Жаба захлопнула дверцу машины. С водительского сиденья к ней повернулся мужчина лет тридцати пяти, с бледными мясистыми губами, широко расставленными водянистыми глазами и бровями, сведенными, словно щипком, двумя глубокими вертикальными морщинами. Одна щека его была выше другой, вздернутый кончик носа поднимал ноздри. Жаба смотрела в эти темные теплые дырки на его лице, пока с пассажирского сиденья не высунулся второй – молодой, бритый, худой, с опухшим носом, широкими бровями и затаенным взглядом темных глаз. Под носом у него была треснувшая язва с мелкими сухими пупырышками.
Жаба посмотрела на мужчину, сидящего рядом с ней. Этому было лет тридцать, но с передней части головы темные волосы уже сошли, оставив узкую полоску посередине. Черты его лица были правильны и обычны. Брови вскидывались, одевая домиком большие голубые глаза, прозрачные и застывшие, как стекло. Лицо его ничего не выражало, словно фасад дома, заброшенного и нежилого. Только за голубыми зрачками, как за наглухо закрытыми широкими окнами, бился кошмар.
– Что будем делать? – спросила Жаба.
– Минет, – промычал водитель, охватывая ее широкоугольником глаз.
– С презервативом пятьсот, без презерватива – семьсот. С каждого… – деловым тоном сказала Жаба, причмокивая жвачку.
– Поехали… – сказал водитель, крутанув руль.
За окном проносились размытые фигуры людей, словно вышедших из границ и слившихся с черной рекой вечера, растекающегося по автостраде. И не разобрать было, кто из них женщины, а кто мужчины. Только горящие витрины магазинов и окна кафе проливали на вечернюю реку островки желтого света.
Жаба, надув губы, смотрела на свои черные коленки. Мужчины молчали. Тот, что рядом с ней, не отрывал взгляд от дороги, и можно было подумать, он видит этот город после долгого перерыва.

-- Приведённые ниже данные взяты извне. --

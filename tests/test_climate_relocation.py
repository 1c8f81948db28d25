"""A station's weather under a site's own sky: clearness kept, sun and clock the site's."""

import numpy as np
import pandas as pd
import pvlib
import pytest

from planner.climate import load_climate
from planner.climate.relocation import (
    Place,
    hourly_clearness,
    relocate_years,
    solar_time_lead_h,
    utc_offset_from_longitude,
)
from planner.climate.solar import extra_radiation_many, sun_paths
from planner.energy.pv import pv_dc_power_many_w, pv_dc_power_w

STATION = "tmy3-greensboro-nc"   # pvlib's bundled NREL TMY3 (36.1 N, -79.95 E, 273 m, UTC-5)
TILT, AZIMUTH = 45.0, 180.0
SAPM = pvlib.temperature.TEMPERATURE_MODEL_PARAMETERS["sapm"]["open_rack_glass_polymer"]


def _december(values):
    return float(np.sum(values[-31 * 24:]))


def _direct_pvlib_december(year, latitude_deg):
    """December DC energy of 1 W at 45 deg tilt, computed with pvlib alone: the station's
    hourly global and beam clearness over pvlib's own Ineichen clear sky, moved to
    ``latitude_deg`` (hours with the station's clear sky under 50 W/m2 left dark: in
    December the site 20 degrees poleward has no sun in them)."""
    times = year.times()
    mid = times + pd.Timedelta(minutes=30)
    station = pvlib.location.Location(year.latitude_deg, year.longitude_deg, altitude=year.altitude_m)
    site = pvlib.location.Location(latitude_deg, year.longitude_deg, altitude=year.altitude_m)
    cs_station = station.get_clearsky(mid, model="ineichen")
    sun = site.get_solarposition(mid)
    cs_site = site.get_clearsky(mid, model="ineichen", solar_position=sun)
    lit = cs_station["ghi"].to_numpy() >= 50.0
    with np.errstate(divide="ignore", invalid="ignore"):
        k = np.where(lit, np.clip(year.ghi_w_m2 / cs_station["ghi"].to_numpy(), 0, 1.2), 0.0)
        kb = np.where(lit, np.clip(year.dni_w_m2 / cs_station["dni"].to_numpy(), 0, 1.2), 0.0)
    ghi = k * cs_site["ghi"].to_numpy()
    cos_z = np.cos(np.radians(sun["zenith"].to_numpy()))
    dni = np.clip(kb * cs_site["dni"].to_numpy(), 0, np.where(cos_z > 0, 0.9 * ghi / cos_z, 0))
    dhi = ghi - dni * np.maximum(cos_z, 0)
    poa = pvlib.irradiance.get_total_irradiance(
        TILT, AZIMUTH, sun["apparent_zenith"].to_numpy(), sun["azimuth"].to_numpy(),
        dni, ghi, dhi, dni_extra=pvlib.irradiance.get_extra_radiation(mid).to_numpy(),
        albedo=0.2, model="haydavies")["poa_global"]
    poa = np.maximum(np.nan_to_num(np.asarray(poa, float)), 0)
    cell = pvlib.temperature.sapm_cell(poa, year.temp_air_c, year.wind_speed_m_s, **SAPM)
    return _december(np.maximum(pvlib.pvsystem.pvwatts_dc(poa, cell, 1.0, -0.004), 0))


def test_twenty_degrees_poleward_lowers_december_pv_as_pvlib_gives():
    # Issue check: the same hourly clearness 20 degrees of latitude poleward lowers the
    # December yield as pvlib's own clear sky and transposition give (direct computation).
    year = load_climate(STATION)
    moved = relocate_years([year], [Place(year.latitude_deg + 20.0, year.longitude_deg,
                                          year.altitude_m, year.utc_offset_h)])[0]
    here = pv_dc_power_w(year, array_wp=1.0, tilt_deg=TILT, azimuth_deg=AZIMUTH,
                         system_loss_frac=0.0, controller_efficiency_frac=1.0)
    there = pv_dc_power_many_w(
        moved.ghi_w_m2[:, None], moved.dni_w_m2[:, None], moved.dhi_w_m2[:, None],
        moved.temp_air_c[:, None], moved.wind_speed_m_s[:, None],
        solar_apparent_zenith_deg=moved.sun.apparent_zenith_deg[:, None],
        solar_azimuth_deg=moved.sun.azimuth_deg[:, None],
        dni_extra_w_m2=extra_radiation_many([moved.utc_offset_h]), month=year.times().month,
        array_wp=[1.0], tilt_deg=[TILT], azimuth_deg=[AZIMUTH], system_loss_frac=0.0,
        controller_efficiency_frac=1.0)[:, 0]
    ours = _december(there) / _december(here)
    direct = _direct_pvlib_december(year, year.latitude_deg + 20.0) / _december(
        pv_dc_power_w(year, array_wp=1.0, tilt_deg=TILT, azimuth_deg=AZIMUTH,
                      system_loss_frac=0.0, controller_efficiency_frac=1.0))
    assert ours < 0.8                       # lower, as it must be in December
    assert ours == pytest.approx(direct, rel=0.03)


def test_no_site_gets_sun_at_night_in_either_hemisphere():
    year = load_climate(STATION)
    places = [Place(-35.0, 150.0, 10.0, 10.0), Place(65.0, 25.0, 100.0, 2.0),
              Place(0.5, -60.0, 50.0, float(utc_offset_from_longitude(-60.0)))]
    for year_there, place in zip(relocate_years([year] * 3, places), places):
        sun = sun_paths(place.latitude_deg, place.longitude_deg, place.altitude_m, place.utc_offset_h)
        night = sun.apparent_zenith_deg[:, 0] > 90.0
        assert year_there.ghi_w_m2[night].max() == 0.0
        assert year_there.dni_w_m2[night].max() == 0.0
        # the year is labelled in the site's own clock, its sun attached
        assert year_there.utc_offset_h == place.utc_offset_h
        np.testing.assert_array_equal(year_there.sun.apparent_zenith_deg, sun.apparent_zenith_deg[:, 0])
    # Southern summer is brighter than southern winter at 35 S (seasons follow the site's sun).
    south = relocate_years([year], places[:1])[0]
    assert south.ghi_w_m2[:31 * 24].sum() > 2 * south.ghi_w_m2[181 * 24:212 * 24].sum()


def test_clearness_is_kept_where_the_station_had_sun():
    year = load_climate(STATION)
    k, k_beam = hourly_clearness(year)
    moved = relocate_years([year], [Place(40.0, year.longitude_deg, 273.0, -5.0)])[0]
    from planner.climate.solar import clear_sky_many
    sun = sun_paths(40.0, year.longitude_deg, 273.0, -5.0)
    clear, clear_dni = (a[:, 0] for a in clear_sky_many(sun, 40.0, year.longitude_deg, 273.0, -5.0))
    lit = clear > 100
    np.testing.assert_allclose(moved.ghi_w_m2[lit], np.minimum(k[lit] * clear[lit], 1400.0),
                               rtol=1e-12)
    # The beam clearness too, where the diffuse floor (DHI >= 0.1 GHI) does not bind.
    cos_z = np.cos(np.radians(sun.zenith_deg[:, 0]))
    free = lit & (k_beam * clear_dni * cos_z < 0.85 * moved.ghi_w_m2)
    np.testing.assert_allclose(moved.dni_w_m2[free], k_beam[free] * clear_dni[free], rtol=1e-12)
    # Closure: GHI = DNI cos(z) + DHI (definition), DHI >= 0.1 GHI.
    np.testing.assert_allclose(moved.dni_w_m2 * np.maximum(cos_z, 0) + moved.dhi_w_m2,
                               moved.ghi_w_m2, atol=1e-9)
    assert np.all(moved.dhi_w_m2 >= 0.1 * moved.ghi_w_m2 - 1e-9)


def test_the_climate_own_place_keeps_the_measured_year():
    year = load_climate(STATION)
    same = relocate_years([year], [Place(year.latitude_deg, year.longitude_deg, 500.0,
                                         year.utc_offset_h)])[0]
    assert same is year


def test_solar_time_lead_and_nautical_zone():
    # Solar time = clock + (longitude - 15 x offset) / 15 h (+ equation of time): 15 deg east
    # on the same clock is one hour ahead; a nautical zone is round(longitude / 15).
    assert solar_time_lead_h(15.0, 0.0, 0.0, 0.0) == 1
    assert solar_time_lead_h(-80.0, -5.0, -80.0, -5.0) == 0
    assert solar_time_lead_h(-75.0, -6.0, -75.0, -5.0) == 1
    assert utc_offset_from_longitude(-79.95) == -5.0 and utc_offset_from_longitude(7.4) == 0.0
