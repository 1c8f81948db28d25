"""Safe reading and atomic writing (DEVELOPERS.md conventions; docs/workbook.md, "Safe writing").

Device and FIFO tests use nodes made in a temporary folder (``os.mkfifo``; ``os.mknod`` as
root), never real ``/dev`` paths. Device numbers 1:3 (null), 1:5 (zero) and 1:7 (full) are
the Linux memory devices (Linux kernel documentation, admin-guide/devices.txt, "1 char
Memory devices").
"""

import os
import stat
import subprocess
import sys
import textwrap
from pathlib import Path

import pytest

from planner import fileio
from planner.errors import InputError, OutputError
from planner.fileio import (
    OutputBatch,
    check_input_file,
    read_input_bytes,
    remove_stale_temps,
    write_atomically,
)

REPO = Path(__file__).resolve().parents[1]
as_root = pytest.mark.skipif(os.geteuid() != 0, reason="making device nodes needs root")


def device(folder: Path, name: str, minor: int) -> Path:
    path = folder / name
    os.mknod(path, stat.S_IFCHR | 0o666, os.makedev(1, minor))
    return path


# ---------------------------------------------------------------- endless inputs


def test_fifo_input_is_refused_by_type_before_reading(tmp_path):
    # A FIFO with no writer would block a reader forever: the refusal comes from stat().
    fifo = tmp_path / "study.toml"
    os.mkfifo(fifo)
    with pytest.raises(InputError, match=r"named pipe \(FIFO\), not a regular file"):
        read_input_bytes(fifo, what="a study file (TOML)")


@as_root
def test_zero_device_input_is_refused(tmp_path):
    zero = device(tmp_path, "zero.epw", 5)
    with pytest.raises(InputError, match="character device, not a regular file"):
        check_input_file(zero, what="a climate file")


def test_folder_input_is_refused(tmp_path):
    with pytest.raises(InputError, match="a folder, not a regular file"):
        read_input_bytes(tmp_path, what="a study file")


def test_input_size_is_capped(tmp_path, monkeypatch):
    big = tmp_path / "big.csv"
    big.write_bytes(b"x" * 5000)
    monkeypatch.setattr(fileio, "MAX_INPUT_BYTES", 4096)
    with pytest.raises(InputError, match="of at most 0 MiB"):
        read_input_bytes(big, what="the sites table")
    small = tmp_path / "small.csv"
    small.write_bytes(b"y" * 4096)
    assert read_input_bytes(small, what="the sites table") == b"y" * 4096


# ---------------------------------------------------------------- special outputs


@as_root
def test_character_device_output_is_written_through_not_replaced(tmp_path):
    null = device(tmp_path, "null", 3)
    write_atomically(null, lambda p: Path(p).write_text("plan"), what="plan JSON")
    assert stat.S_ISCHR(os.stat(null).st_mode)
    assert sorted(p.name for p in tmp_path.iterdir()) == ["null"]


def test_fifo_output_is_refused(tmp_path):
    fifo = tmp_path / "plan.json"
    os.mkfifo(fifo)
    with pytest.raises(InputError, match="named pipe"):
        write_atomically(fifo, lambda p: Path(p).write_text("x"), what="plan JSON")
    assert stat.S_ISFIFO(os.stat(fifo).st_mode)


# ---------------------------------------------------------------- full disk, both or neither


@as_root
def test_full_device_is_an_output_error(tmp_path):
    full = device(tmp_path, "full", 7)
    with pytest.raises(OutputError, match="could not write the plan JSON: No space left on device"):
        write_atomically(full, lambda p: Path(p).write_text("plan"), what="plan JSON")


def test_second_output_failing_leaves_both_targets_unchanged(tmp_path):
    book, data = tmp_path / "plan.xlsx", tmp_path / "plan.json"
    book.write_bytes(b"earlier workbook")
    data.write_bytes(b"earlier json")

    def no_space(path):
        Path(path).write_bytes(b"half")
        raise OSError(28, "No space left on device")

    with pytest.raises(OutputError, match="plan JSON: No space left on device"):
        with OutputBatch() as batch:
            batch.add(book, lambda p: Path(p).write_bytes(b"new workbook"), what="plan workbook")
            batch.add(data, no_space, what="plan JSON")
            batch.commit()
    assert book.read_bytes() == b"earlier workbook" and data.read_bytes() == b"earlier json"
    assert sorted(p.name for p in tmp_path.iterdir()) == ["plan.json", "plan.xlsx"]


# ---------------------------------------------------------------- temporary files


def _dead_pid() -> int:
    proc = subprocess.Popen([sys.executable, "-c", "pass"])
    proc.wait()
    return proc.pid


def test_stale_temp_of_a_dead_process_is_removed_live_one_kept(tmp_path):
    stale = tmp_path / f".plan.xlsx.{_dead_pid()}.abcd1234.tmp"
    live = tmp_path / f".plan.xlsx.{os.getppid()}.abcd1234.tmp"  # the test runner's parent lives
    other = tmp_path / f".other.xlsx.{_dead_pid()}.abcd1234.tmp"  # another target: not ours to judge
    for path in (stale, live, other):
        path.write_bytes(b"debris")
    write_atomically(tmp_path / "plan.xlsx", lambda p: Path(p).write_bytes(b"ok"), what="plan workbook")
    names = sorted(p.name for p in tmp_path.iterdir())
    assert stale.name not in names and live.name in names and other.name in names
    assert remove_stale_temps(tmp_path, "other.xlsx") == [other]


SLOW_WRITE = textwrap.dedent("""
    import sys, time
    from pathlib import Path
    import pandas as pd
    from planner.cli import main

    def slow(self, path, *args, **kwargs):
        Path(path).write_text("half a file")
        print("writing", flush=True)
        time.sleep(60)

    pd.DataFrame.to_csv = slow
    sys.exit(main(["climate", "alpine", "--csv", sys.argv[1]]))
""")


@pytest.mark.parametrize("signum, code", [(2, 130), (15, 143), (1, 129)])
def test_signal_during_write_cleans_up_and_exits_128_plus_signal(tmp_path, signum, code):
    # SIGINT, SIGTERM and SIGHUP (POSIX signal numbers 2, 15, 1): exit 128 + n (shell
    # convention, common practice); no temporary file is left and the old file stays.
    target = tmp_path / "hourly.csv"
    target.write_text("earlier export\n")
    env = {**os.environ, "PYTHONPATH": str(REPO)}
    proc = subprocess.Popen([sys.executable, "-c", SLOW_WRITE, str(target)], env=env,
                            stdout=subprocess.PIPE, stderr=subprocess.PIPE, text=True)
    try:
        assert proc.stdout.readline().strip() == "writing"
        proc.send_signal(signum)
        _, err = proc.communicate(timeout=60)
    finally:
        proc.kill()
    assert proc.returncode == code, err
    assert "Traceback" not in err and len(err.strip().splitlines()) == 1
    assert target.read_text() == "earlier export\n"
    assert sorted(p.name for p in tmp_path.iterdir()) == ["hourly.csv"]


# ---------------------------------------------------------------- the path resolver
# Class: a path the OS cannot use (a NUL, a loop of links, a name too long) is one line,
# never a ValueError or RuntimeError traceback, for inputs and outputs alike.


def test_nul_and_loops_are_input_errors_for_inputs_and_outputs(tmp_path):
    (tmp_path / "a").symlink_to(tmp_path / "b")
    (tmp_path / "b").symlink_to(tmp_path / "a")
    for path in (str(tmp_path / "x\x00y.toml"), tmp_path / "a"):
        with pytest.raises(InputError):
            read_input_bytes(path, what="a study file")
        with pytest.raises(InputError):
            write_atomically(path, b"x", what="plan JSON")
    with pytest.raises(InputError, match="Too many levels of symbolic links"):
        fileio.resolve_path(tmp_path / "a" / "plan.xlsx", what="the plan workbook")
    # variant: a loop further up the path, and a folder component that is a loop
    with pytest.raises(InputError):
        check_input_file(tmp_path / "a" / "deeper" / "study.toml", what="a study file")


def test_resolve_follows_links_and_keeps_missing_names(tmp_path):
    (tmp_path / "real").mkdir()
    (tmp_path / "link").symlink_to(tmp_path / "real")
    assert fileio.resolve_path(tmp_path / "link" / "new.xlsx", what="x") == \
        (tmp_path / "real" / "new.xlsx").resolve()
    with pytest.raises(InputError, match="an empty path"):
        fileio.resolve_path("", what="the plan workbook")


def test_255_byte_names_are_written_and_their_temps_cleaned(tmp_path):
    # NAME_MAX is 255 bytes on Linux file systems (POSIX limits.h; ext4): a legal name
    # must not fail because its temporary name would be longer.
    name = "p" * 250 + ".xlsx"
    write_atomically(tmp_path / name, b"one", what="plan workbook")
    assert (tmp_path / name).read_bytes() == b"one"
    # variant: multi-byte characters (3 bytes each in UTF-8) up to the limit
    wide = "é" * 125 + ".json"                       # 2 x 125 + 5 = 255 bytes
    write_atomically(tmp_path / wide, b"two", what="plan JSON")
    stale = tmp_path / f".{fileio._side_stem(wide)}.{_dead_pid()}.abcd1234.tmp"
    stale.write_bytes(b"debris")
    write_atomically(tmp_path / wide, b"three", what="plan JSON")
    assert not stale.exists() and (tmp_path / wide).read_bytes() == b"three"
    assert sorted(p.name for p in tmp_path.iterdir()) == sorted([name, wide])
    with pytest.raises(InputError, match="File name too long"):
        write_atomically(tmp_path / ("q" * 251 + ".xlsx"), b"x", what="plan workbook")
    # in a folder still to be created the OS cannot say it yet; the planner does
    with pytest.raises(InputError, match="256 bytes long; expected at most 255"):
        write_atomically(tmp_path / "new" / ("q" * 251 + ".xlsx"), b"x", what="plan workbook")
    assert not (tmp_path / "new").exists()


def test_folder_that_cannot_be_created_is_an_output_error(tmp_path):
    (tmp_path / "file").write_text("a file")
    with pytest.raises(OutputError, match="cannot create its folder.*file is not a folder"):
        write_atomically(tmp_path / "file" / "sub" / "plan.xlsx", b"x", what="plan workbook")


def test_symlink_target_is_written_through(tmp_path):
    (tmp_path / "runs").mkdir()
    real = tmp_path / "runs" / "2027.xlsx"
    real.write_bytes(b"old")
    link = tmp_path / "latest.xlsx"
    link.symlink_to(Path("runs") / "2027.xlsx")
    write_atomically(link, b"new", what="plan workbook")
    assert link.is_symlink() and real.read_bytes() == b"new"
    # variant: a dangling link creates the file it points to
    dangling = tmp_path / "next.xlsx"
    dangling.symlink_to(Path("runs") / "2028.xlsx")
    write_atomically(dangling, b"made", what="plan workbook")
    assert dangling.is_symlink() and (tmp_path / "runs" / "2028.xlsx").read_bytes() == b"made"


# ---------------------------------------------------------------- the output committer
# Class: when the second target cannot be replaced, the first gets its earlier file back;
# either both outputs are new or both are as before.


def _pair(tmp_path, second_exists=True):
    book, data = tmp_path / "plan.xlsx", tmp_path / "plan.json"
    book.write_bytes(b"earlier workbook")
    if second_exists:
        data.write_bytes(b"earlier json")
    return book, data


def _commit(book, data):
    with OutputBatch() as batch:
        batch.add(book, b"new workbook", what="plan workbook")
        batch.add(data, b"new json", what="plan JSON")
        batch.commit()


def test_second_rename_failing_puts_the_first_back(tmp_path, monkeypatch):
    book, data = _pair(tmp_path)
    real_replace = os.replace

    def replace(src, dst):
        if Path(dst) == data.resolve():
            raise OSError(5, "Input/output error")   # the second target cannot be replaced
        return real_replace(src, dst)

    monkeypatch.setattr(os, "replace", replace)
    with pytest.raises(OutputError, match="plan JSON: Input/output error; the outputs written "
                                          "before it were put back"):
        _commit(book, data)
    monkeypatch.undo()
    assert book.read_bytes() == b"earlier workbook" and data.read_bytes() == b"earlier json"
    assert sorted(p.name for p in tmp_path.iterdir()) == ["plan.json", "plan.xlsx"]


def test_second_target_missing_before_leaves_neither_new(tmp_path, monkeypatch):
    # variant: the JSON did not exist; after the failure the workbook is the old one and
    # no JSON appears
    book, data = _pair(tmp_path, second_exists=False)
    real_replace = os.replace
    monkeypatch.setattr(os, "replace", lambda src, dst: (_ for _ in ()).throw(
        OSError(28, "No space left on device")) if Path(dst) == data.resolve() else real_replace(src, dst))
    with pytest.raises(OutputError):
        _commit(book, data)
    monkeypatch.undo()
    assert book.read_bytes() == b"earlier workbook" and not data.exists()
    assert sorted(p.name for p in tmp_path.iterdir()) == ["plan.xlsx"]


def test_second_target_turned_into_a_folder_changes_nothing(tmp_path):
    # variant without fault injection: after both files were staged, the JSON's name is
    # taken by a non-empty folder, which no rename can replace
    book, data = _pair(tmp_path)
    with pytest.raises(OutputError):
        with OutputBatch() as batch:
            batch.add(book, b"new workbook", what="plan workbook")
            batch.add(data, b"new json", what="plan JSON")
            data.unlink()
            data.mkdir()
            (data / "inside").write_text("x")
            batch.commit()
    assert book.read_bytes() == b"earlier workbook"
    assert sorted(p.name for p in tmp_path.iterdir()) == ["plan.json", "plan.xlsx"]


def test_successful_pair_leaves_no_kept_copies(tmp_path):
    book, data = _pair(tmp_path)
    _commit(book, data)
    assert book.read_bytes() == b"new workbook" and data.read_bytes() == b"new json"
    assert sorted(p.name for p in tmp_path.iterdir()) == ["plan.json", "plan.xlsx"]


FULL_WORKBOOK = textwrap.dedent("""
    import gc, sys
    import openpyxl
    from planner.errors import OutputError
    from planner.fileio import write_atomically

    book = openpyxl.Workbook()
    book.active["A1"] = "x" * 100000
    try:
        write_atomically(sys.argv[1], book.save, what="plan workbook")
    except OutputError as err:
        print(err)
    gc.collect()
""")


@as_root
def test_full_device_workbook_has_no_ignored_exception(tmp_path):
    # --out /dev/full printed "Exception ignored in ZipFile.__del__".
    # variant: the same through a symbolic link to the device
    full = device(tmp_path, "full", 7)
    (tmp_path / "link.xlsx").symlink_to(full)
    env = {**os.environ, "PYTHONPATH": str(REPO)}
    for target in (full, tmp_path / "link.xlsx"):
        proc = subprocess.run([sys.executable, "-c", FULL_WORKBOOK, str(target)], env=env,
                              capture_output=True, text=True, timeout=120)
        assert "No space left on device" in proc.stdout
        assert proc.stderr == "", proc.stderr
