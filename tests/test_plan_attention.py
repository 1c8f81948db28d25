"""What needs attention, grouped by cause (planner.plan.attention), on invented plans.

The threshold of lost load above which a site counts as not served is a fact of the trade:
stand-alone supplies for telemetry and telecom are designed to lose about 1 % of their load
or less (common practice). Every other expected value is arithmetic on the plan given.
"""

from __future__ import annotations

import pytest
from plan_fixture import make_plan

from planner.plan.attention import (
    AT_RISK_FRAC,
    CAUSES,
    DEFAULT_PAYLOAD_FLAG_KG,
    LOST_LOAD_NOT_SERVED_FRAC,
    lost_load_frac,
    needs_attention,
    sites_not_served,
)


def _site(site_id, share=0.0, **extra):
    # 100 Wh a day, so a year's load is 36,500 Wh
    return {"id": site_id, "name": f"Demo {site_id}", "region": "Demo Flats", "daily_load_wh": 100.0,
            "unserved_wh_per_year": share * 36500.0, "cost_breakdown": {"downtime": 1000.0 * share},
            **extra}


def _groups(plan):
    return {g["cause"]: g for g in needs_attention(plan)["groups"]}


def test_threshold_is_one_percent_of_the_load():
    # common practice: professional stand-alone supplies lose about 1 % of their load or less
    assert LOST_LOAD_NOT_SERVED_FRAC == 0.01
    plan = {"sites": [_site("A", 0.015), _site("B", 0.005), _site("C", 0.0002)]}
    # 0.015 x 36,500 Wh = 547.5 Wh a year lost at 100 Wh a day: 5.5 days (arithmetic)
    assert lost_load_frac(plan["sites"][0]) == pytest.approx(0.015, rel=1e-12)
    groups = _groups(plan)
    assert [i["id"] for i in groups["loses_load"]["items"]] == ["A"]
    assert "about 5.5 days off air" in groups["loses_load"]["items"][0]["detail"]
    assert [i["id"] for i in groups["loses_some_load"]["items"]] == ["B"]
    assert sites_not_served(plan) == ["A"]  # 0.02 % is not worth a line (about 2 hours a year)
    assert groups["loses_load"]["not_served"] and not groups["loses_some_load"]["not_served"]


def test_sites_no_design_serves_count_as_not_served_with_their_reason():
    plan = {"sites": [_site("A"), _site("B", 0.5)],
            "unserved_sites": [{"id": "A", "reason": "no candidate serves site A (too cold)"}]}
    groups = _groups(plan)
    assert groups["cannot_be_served"]["items"][0]["detail"] == "no candidate serves site A (too cold)"
    assert sites_not_served(plan) == ["A", "B"]
    # causes are listed in the order to act on them
    order = [c.key for c in CAUSES]
    listed = [g["cause"] for g in needs_attention(plan)["groups"]]
    assert listed == sorted(listed, key=order.index)


def test_the_fix_quotes_the_charging_shortfall():
    site = _site("A", 0.2, limiting_cause="charging source too small (December: 4.8 kWh offered, 6.4 kWh drawn)")
    item = _groups({"sites": [site]})["loses_load"]["items"][0]
    assert item["fix"].startswith("a larger charging source: over December it offers 4.8 kWh while the "
                                  "load draws 6.4 kWh")
    cold = _site("B", 0.2, charge_blocked_hours_per_year=173.0)
    assert "battery heater" in _groups({"sites": [cold]})["loses_load"]["items"][0]["fix"]


def test_at_risk_sorted_by_expected_cost_with_the_visit_year():
    sites = [_site(i, risk_before_next_visit_frac=r, next_visit_year=9,
                   expected_failure_cost_before_next_visit=c)
             for i, r, c in (("A", 0.12, 300.0), ("B", 0.30, 900.0), ("C", AT_RISK_FRAC, 50.0))]
    plan = {"sites": sites, "study": {"start_year": 2030}}
    group = _groups(plan)["at_risk"]
    assert [i["id"] for i in group["items"]] == ["B", "A"]  # C is at the threshold, not above
    assert group["cost"] == pytest.approx(1200.0)
    assert group["items"][0]["fix"] == "visit earlier than year 9 (2039)"


def test_trips_over_the_payload_are_flagged():
    trips = [{"region": "R", "year": 0, "month": 6, "site_ids": ["A"], "pack_mass_kg": 700.0, "trip_count": 1},
             {"region": "R", "year": 5, "month": 6, "site_ids": ["A"], "pack_mass_kg": 700.0, "trip_count": 2}]
    plan = {"sites": [], "trips": trips}
    group = _groups(plan)["heavy_trip"]
    assert DEFAULT_PAYLOAD_FLAG_KG == 500.0
    assert group["count"] == 1  # 700 kg split over two trips is 350 kg a trip
    assert "700 kg of packs, over the 500 kg payload" in group["items"][0]["detail"]
    plan["study"] = {"payload_kg_per_trip": 800.0}  # the study's own limit wins
    assert "heavy_trip" not in _groups(plan)


def test_fixture_fleet_groups_add_up():
    plan = make_plan(200, seed=2, lost_load=True)
    result = needs_attention(plan)
    for group in result["groups"]:
        assert group["count"] == len(group["items"]) > 0
        costs = [i["cost"] for i in group["items"] if i["cost"] is not None]
        if costs:
            assert group["cost"] == pytest.approx(sum(costs), rel=1e-12)
            assert costs == sorted(costs, reverse=True)
    # lost_load=True: every 25th site from site 7 loses 15 % of its load (invented)
    expected = [s["id"] for k, s in enumerate(plan["sites"]) if k % 25 == 7]
    assert sorted(result["sites_not_served"]) == sorted(expected)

Город пошел уменьшающимися домами, словно машина вносилась в другое пространство – туда, где можно спрятаться. И пространство это должно быть маленьким и укромным, чтобы в нем можно было делать никому не видные дела. Асфальт под шинами зашуршал, наверное, потому, что расстояние отрезало звуки центра города, как лезвием перерезают вены и артерии, идущие от сердца. Жаба не отрываясь смотрела на верхушки деревьев. Чем меньше становились дома, тем выше деревья.
Машина остановилась на проселке. Мужчина, сидевший за рулем, щелкнул включателем на потолке. Салон вспыхнул белесым светом, делая деревья за окнами призрачными, а людей в машине – явственными, хорошо прочерченными в замкнутом пространстве голубоватыми контурами.
Мужчины вышли из машины. Жаба ненадолго осталась одна, вглядываясь в темноту за окном. Дверь с ее стороны открылась.